EXERCISE DIRECTIONS
The data beneath this task has to be reprinted character for character.

Saved entries
|---|
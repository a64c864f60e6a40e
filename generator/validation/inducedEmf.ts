// Induced-EMF mutual resistance of two side-by-side parallel half-wave dipoles, the reference for
// a horizontal dipole over perfect ground (its image is the second dipole, 2h away, current reversed):
//   R12(d) = η/(4π)·[2 Ci(u0) − Ci(u1) − Ci(u2)],  u0 = kd,  u1 = k(√(d² + l²) + l),  u2 = k(√(d² + l²) − l)
// (Balanis, Antenna Theory, 3rd ed., §8.6, eq. 8-71a; equation number from memory). As d → 0 it
// tends to the self resistance η/(4π)·Cin(2π) ≈ 73.1 Ω of eq. 8-61.
// Si and Ci by their power series (Abramowitz & Stegun 5.2.14 and 5.2.16), accurate to ~1e-12 for x < 20.
import { ETA0_OHM } from "../units.js";

const EULER_GAMMA = 0.5772156649015329;

/** [Si(x), Ci(x)] for 0 < x < 20. */
export function sineCosineIntegrals(x: number): [number, number] {
  let si = 0, ci = EULER_GAMMA + Math.log(x), term = x; // term = (−1)^n x^(2n+1)/(2n+1)!
  for (let n = 0; n < 60; n++) {
    si += term / (2 * n + 1);
    const even = (-term * x) / (2 * n + 2); // (−1)^(n+1) x^(2n+2)/(2n+2)!
    ci += even / (2 * n + 2);
    term = (even * x) / (2 * n + 3);
  }
  return [si, ci];
}

/** R12 (Ω) of side-by-side half-wave dipoles spaced spacingWl wavelengths apart. */
export function halfWaveMutualResistanceOhm(spacingWl: number): number {
  const k = 2 * Math.PI, l = 0.5, r = Math.hypot(spacingWl, l);
  const ci = (u: number) => sineCosineIntegrals(u)[1];
  return (ETA0_OHM / (4 * Math.PI)) * (2 * ci(k * spacingWl) - ci(k * (r + l)) - ci(k * (r - l)));
}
|---|
THE COMPLETED TASK
repository a64c864f60e6a40e
filename generator/validation/inducedEmf.ts
// Induced-EMF mutual resistance of two side-by-side parallel half-wave dipoles, the reference for
// a horizontal dipole over perfect ground (its image is the second dipole, 2h away, current reversed):
//   R12(d) = η/(4π)·[2 Ci(u0) − Ci(u1) − Ci(u2)],  u0 = kd,  u1 = k(√(d² + l²) + l),  u2 = k(√(d² + l²) − l)
// (Balanis, Antenna Theory, 3rd ed., §8.6, eq. 8-71a; equation number from memory). As d → 0 it
// tends to the self resistance η/(4π)·Cin(2π) ≈ 73.1 Ω of eq. 8-61.
// Si and Ci by their power series (Abramowitz & Stegun 5.2.14 and 5.2.16), accurate to ~1e-12 for x < 20.
import { ETA0_OHM } from "../units.js";

const EULER_GAMMA = 0.5772156649015329;

/** [Si(x), Ci(x)] for 0 < x < 20. */
export function sineCosineIntegrals(x: number): [number, number] {
  let si = 0, ci = EULER_GAMMA + Math.log(x), term = x; // term = (−1)^n x^(2n+1)/(2n+1)!
  for (let n = 0; n < 60; n++) {
    si += term / (2 * n + 1);
    const even = (-term * x) / (2 * n + 2); // (−1)^(n+1) x^(2n+2)/(2n+2)!
    ci += even / (2 * n + 2);
    term = (even * x) / (2 * n + 3);
  }
  return [si, ci];
}

/** R12 (Ω) of side-by-side half-wave dipoles spaced spacingWl wavelengths apart. */
export function halfWaveMutualResistanceOhm(spacingWl: number): number {
  const k = 2 * Math.PI, l = 0.5, r = Math.hypot(spacingWl, l);
  const ci = (u: number) => sineCosineIntegrals(u)[1];
  return (ETA0_OHM / (4 * Math.PI)) * (2 * ci(k * spacingWl) - ci(k * (r + l)) - ci(k * (r - l)));
}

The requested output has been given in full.